→ Work item
Scan the entries below for the word "engines", then copy each line that holds it.

"""

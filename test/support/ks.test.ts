import { describe, expect, it } from 'vitest';
import { kolmogorovTail, ksStatistic, ksTwoSample } from './ks.ts';
import { loadFixture, mismatch, relativeError } from '../analysis/load-fixture.ts';

interface KsFixture {
  first: number[];
  base: number[];
  cases: { scale: number; shift: number; statistic: number; pValue: number }[];
  tail: { lambda: number; expected: number }[];
}
const fixture = loadFixture<KsFixture>('ks');
const first = Float64Array.from(fixture.first);

/** Second sample of a case, built element by element exactly as make-ks.py does. */
function secondSample(scale: number, shift: number): Float64Array {
  const out = new Float64Array(fixture.base.length);
  for (let i = 0; i < out.length; i++) out[i] = fixture.base[i] * scale + shift;
  return out;
}

describe('kolmogorovTail', () => {
  // reference library: scipy.stats.kstwobign.sf, test/fixtures/make-ks.py
  it.each(fixture.tail)('Q_KS($lambda) = $expected (scipy kstwobign.sf)', ({ lambda, expected }) => {
    const actual = kolmogorovTail(lambda);
    const tol = 1e-12;
    expect(relativeError(actual, expected), mismatch(`Q_KS(${lambda})`, actual, expected, tol)).toBeLessThan(tol);
  });

  it('is 1 at λ ≤ 0 and NaN for NaN', () => {
    expect(kolmogorovTail(0)).toBe(1);
    expect(kolmogorovTail(-1)).toBe(1);
    expect(kolmogorovTail(NaN)).toBeNaN();
  });
});

describe('ksTwoSample against scipy ks_2samp(method="asymp")', () => {
  // reference library: scipy.stats.ks_2samp, test/fixtures/make-ks.py (200 + 300 values, with ties)
  it.each(fixture.cases)('scale=$scale shift=$shift: D = $statistic', ({ scale, shift, statistic }) => {
    const actual = ksTwoSample(first, secondSample(scale, shift)).statistic;
    const tol = 1e-14;
    expect(Math.abs(actual - statistic), mismatch(`D(scale ${scale}, shift ${shift})`, actual, statistic, tol)).toBeLessThan(tol);
  });

  // scipy's 'asymp' p is the exact one-sample law kstwo(round(nₑ)) = kstwo(120) at D, ours is the
  // Kolmogorov limit with Stephens' correction at nₑ = 120 exactly: two different approximations
  // of the same finite-sample law, so they agree to a few percent, not to machine precision.
  it.each(fixture.cases)('scale=$scale shift=$shift: p = $pValue within 5 %', ({ scale, shift, pValue }) => {
    const actual = ksTwoSample(first, secondSample(scale, shift)).pValue;
    const tol = 0.05;
    expect(relativeError(actual, pValue), mismatch(`p(scale ${scale}, shift ${shift})`, actual, pValue, tol)).toBeLessThan(tol);
  });
});

describe('ksStatistic edge cases', () => {
  it('does not modify its inputs', () => {
    const x = Float64Array.from([3, 1, 2]);
    const y = Float64Array.from([0.5, 2.5]);
    ksStatistic(x, y);
    expect(Array.from(x)).toEqual([3, 1, 2]);
    expect(Array.from(y)).toEqual([0.5, 2.5]);
  });

  it('is 0 for identical samples, 1 for disjoint ones, and symmetric', () => {
    const x = Float64Array.from([1, 2, 2, 3, 5]);
    expect(ksStatistic(x, Float64Array.from(x))).toBe(0);
    expect(ksStatistic(x, Float64Array.from([6, 7]))).toBe(1);
    const y = Float64Array.from([2, 4, 4.5]);
    expect(ksStatistic(x, y)).toBe(ksStatistic(y, x));
  });

  it('handles ties across samples (by hand: x = {1, 2, 2}, y = {2, 3} → D = 1/2)', () => {
    // exact by hand: after value 1, F₁ = 1/3, F₂ = 0; after 2, F₁ = 1, F₂ = 1/2; after 3, both 1
    expect(ksStatistic(Float64Array.from([1, 2, 2]), Float64Array.from([2, 3]))).toBe(0.5);
  });

  it('gives NaN for an empty sample', () => {
    const r = ksTwoSample(new Float64Array(0), Float64Array.from([1]));
    expect(r.statistic).toBeNaN();
    expect(r.pValue).toBeNaN();
  });
});
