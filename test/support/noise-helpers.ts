/** Engine runs for the noise tests: a two-state scenario with extra noise, its simulated σ and the prediction. */
import { compilePoint, type CompiledPoint } from '../../src/engine/compile-point.ts';
import { makeScratch, simulateBatch } from '../../src/engine/trace/batch.ts';
import { predictNoise, seenFrom, type NoisePrediction } from '../../src/analysis/noise-prediction.ts';
import { projectKernel } from '../../src/classify/project.ts';
import { filterFunctionVariance } from '../../src/signal/filter-function.ts';
import { responsePowerGain } from '../../src/signal/response.ts';
import type { Scenario, SignalSpec } from '../../src/scenario/types.ts';
import type { FlickerSourceSpec } from '../../src/signal/noise/flicker.ts';
import type { TelegraphSourceSpec } from '../../src/signal/noise/telegraph.ts';
import type { CorrelatedSourceSpec } from '../../src/signal/noise/correlated.ts';
import { twoStateScenario, type TwoStateOptions } from './scenarios.ts';

/** A 1/f source spec (signal units). */
export function flicker(injection: 'sensor' | 'amplifier', amplitude: number, low: number, high: number, exponent = 1): FlickerSourceSpec {
  return { kind: 'flicker', name: `${injection}Flicker`, amplitude, exponent, low, high, injection, inDetuning: false };
}

/** A fluctuator spec (signal units). */
export function fluctuator(name: string, amplitude: number, rateUp: number, rateDown: number, injection: 'sensor' | 'amplifier'): TelegraphSourceSpec {
  return { kind: 'telegraph', name, amplitude, rateUp, rateDown, injection, inDetuning: false };
}

/** A correlated (Ornstein–Uhlenbeck) source spec (signal units). */
export function correlated(name: string, sigma: number, correlationTime: number, injection: 'sensor' | 'amplifier'): CorrelatedSourceSpec {
  return { kind: 'correlated', name, sigma, correlationTime, injection, inDetuning: false };
}

/** The sources of one kind of a signal section. */
export function sourcesOf(signal: Partial<SignalSpec>, kind: 'flicker'): FlickerSourceSpec[];
export function sourcesOf(signal: Partial<SignalSpec>, kind: 'telegraph'): TelegraphSourceSpec[];
export function sourcesOf(signal: Partial<SignalSpec>, kind: string): unknown[] {
  return (signal.sources ?? []).filter((s) => s.kind === kind);
}

export interface NoiseCase extends TwoStateOptions {
  /** Per-sample white σ, or 0 for none. */
  white?: number;
  shotPeriod?: number;
  signal?: Partial<SignalSpec>;
  /** Rotates both levels by this angle (rad): on baseband I and Q the decision axis then mixes both channels. */
  levelAngle?: number;
}

/** The scenario of a noise case: baseband or 1 MHz sine at 10 MS/s, 20 µs records by default. */
export function noiseScenario(c: NoiseCase): Scenario {
  const sc = twoStateScenario({
    sampleRate: 10e6, recordLength: 20e-6, carrierFrequency: 1e6, shots: 20480, batchSize: 4096, seed: 5,
    ...c, sigmaPerSample: c.white ?? 0,
  });
  sc.timing.shotPeriod = c.shotPeriod ?? sc.timing.recordLength;
  if (!c.white) sc.signal.white = null;
  Object.assign(sc.signal, c.signal ?? {});
  const a = c.levelAngle ?? 0;
  if (a !== 0) for (const s of sc.states) s.level = { re: s.level.re * Math.cos(a) - s.level.im * Math.sin(a), im: s.level.re * Math.sin(a) + s.level.im * Math.cos(a) };
  return sc;
}

export interface NoiseRun {
  point: CompiledPoint;
  /** Pooled within-state σ of the I output over all shots. */
  sigma: number;
  /** Mean I output per intended state. */
  means: number[];
  /** All I outputs per intended state. */
  values: number[][];
  prediction: NoisePrediction;
}

/** Simulates every shot of the scenario (score purpose) and predicts its noise on the I axis. */
export function runNoise(sc: Scenario): NoiseRun {
  const point = compilePoint(sc);
  const scratch = makeScratch(point);
  const values: number[][] = sc.states.map(() => []);
  for (let b = 0; b * sc.batchSize < sc.shots; b++) {
    const count = Math.min(sc.batchSize, sc.shots - b * sc.batchSize);
    const r = simulateBatch(point, 0, 'score', b, count, scratch);
    for (let i = 0; i < r.count; i++) values[r.intended[i]!]!.push(r.values[0]!.inPhase[i]!);
  }
  let m2 = 0, dof = 0;
  const means = values.map((v) => {
    if (v.length === 0) return NaN;
    const m = v.reduce((a, x) => a + x, 0) / v.length;
    for (const x of v) m2 += (x - m) ** 2;
    dof += v.length - 1;
    return m;
  });
  const k = point.pipelines[0]!.kernels;
  const prediction = predictNoise(point.noise, projectKernel(k, { cos: 1, sin: 0 }, point.channels), k.lo, k.hi, point.grid.sampleRate);
  return { point, sigma: Math.sqrt(m2 / dof), means, values, prediction };
}

/**
 * σ of a 1/f source through the ideal continuous filter function: ∫ A/f^α·|H_response(f)|²·|H(f)|² df,
 * H the I kernel times the gain (and the carrier for sensor-side noise) — independent of the
 * generator's blocks and grids (Wiener–Khinchin). On baseband I and Q the variances of the
 * source's independent realisations add (one per channel on the amplifier side, one along the
 * separation on the sensor side: signal/injection.ts), each with its own H.
 */
export function idealFlickerSigma(point: CompiledPoint, f: FlickerSourceSpec): number {
  const k = point.pipelines[0]!.kernels;
  const kernel = projectKernel(k, { cos: 1, sin: 0 }, point.channels);
  const tau = f.injection === 'sensor' ? point.noise.response?.timeConstant : undefined;
  const density = (fr: number) => (f.amplitude / fr ** f.exponent) * (tau ? responsePowerGain(tau, fr) : 1);
  let variance = 0;
  for (const x of seenFrom(point.noise, f.injection, kernel, k.lo, k.hi)) {
    variance += filterFunctionVariance(density, x, k.lo, k.hi, point.grid.sampleRate, f.low, f.high);
  }
  return Math.sqrt(variance);
}
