/**
 * The exact-statistic engine: when every pipeline is a linear functional of the record
 * (value = Σ_k K[k]·record[k], CompiledPipeline.kernels) and the noise is Gaussian, the
 * integrated values of a shot are its noise-free signal part plus Gaussian noise drawn directly.
 * No record is synthesised:
 * - signal: from the shot's path, by prefix sums of K·waveform per state (O(1) per jump);
 * - noise: the outputs of ALL pipelines (I and Q each) share one record, so their white parts
 *   are jointly Gaussian with covariance σ²·Σ_k K_a[k]·K_b[k]; they are drawn together through
 *   the Cholesky factor of that matrix, which keeps paired comparisons between pipelines valid.
 * - baseband I and Q (two channels, channel-major kernels): the prefix sums fold each sample's
 *   terms over the channels (a jump switches both at once), the white covariance sums over both
 *   channels, and noise drawn per shot adds the covariance of each independent realisation
 *   (signal/injection.ts); everything after the tables is the same for one channel or two.
 * Histories come from the same code and the same block streams as the trace engine
 * (history.ts), so both engines see identical histories; the distributions of the values agree
 * exactly (tests: test/engine/exact-engine.test.ts).
 *
 * - 1/f noise (correlated across samples and shots): its part of each value is Σ_j G_j·w_j, w the
 *   shot's stretch of the point's 1/f timeline (signal/flicker-timeline.ts, drawn from the point's
 *   'slow-noise' streams, never the per-shot ones) and G the output's kernel carried onto that
 *   timeline's grid (compile-noise.ts) — the very numbers the trace engine adds to its values
 *   when no digitizer needs the 1/f noise in the record, so both engines see the same 1/f part
 *   shot for shot, with the timeline's covariance across successive shots.
 */
import { choleskyLower } from '../../analysis/cholesky.ts';
import { kernelPrefixSums, whiteCovariance, type SupportedKernel } from '../../analysis/linear-statistic.ts';
import { seenFrom } from '../../analysis/noise-prediction.ts';
import { allChannels, foldedProducts } from '../../signal/channel-fold.ts';
import type { NoisePlan } from '../../signal/noise-plan.ts';
import { BlockStreams, SEED_BLOCK, type StreamPurpose } from '../../random/streams.ts';
import type { RandomStream } from '../../random/stream.ts';
import { makeScratch, makeShotBatch, noiseRuntime, scratchHistory, type BatchScratch, type ShotBatch } from '../trace/batch.ts';
import type { CompiledPoint } from '../compile-point.ts';
import { sampleHistories, type PathStore } from '../../physics/history.ts';

/** Per-point tables of the exact engine. */
export interface ExactTables {
  /** Number of nonzero outputs (I of every pipeline, Q of those with a carrier). */
  outputs: number;
  /** Number of hidden states (rows of `full` per output). */
  states: number;
  /** For output d: its pipeline and whether it is Q. */
  pipeline: Int32Array;
  isQuadrature: Uint8Array;
  /** Support [lo, hi) of output d's kernel. */
  lo: Int32Array;
  hi: Int32Array;
  /** prefix[d·S + s]: prefix sums of output d's kernel times state s's waveform. */
  prefix: Float64Array[];
  /** full[d·S + s]: the noise-free value of a shot that stays in s. */
  full: Float64Array;
  /** Lower Cholesky factor of the outputs' white-noise covariance, outputs×outputs row-major. */
  factor: Float64Array;
  /** Its nonzero columns (normals drawn per shot). */
  columns: Int32Array;
  sampleRate: number;
  /** The analog response's tables, or null without one. */
  response: ExactResponse | null;
}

"""

→ Solved problem
 * (history.ts), so both engines see identical histories; the distributions of the values agree
 *   when no digitizer needs the 1/f noise in the record, so both engines see the same 1/f part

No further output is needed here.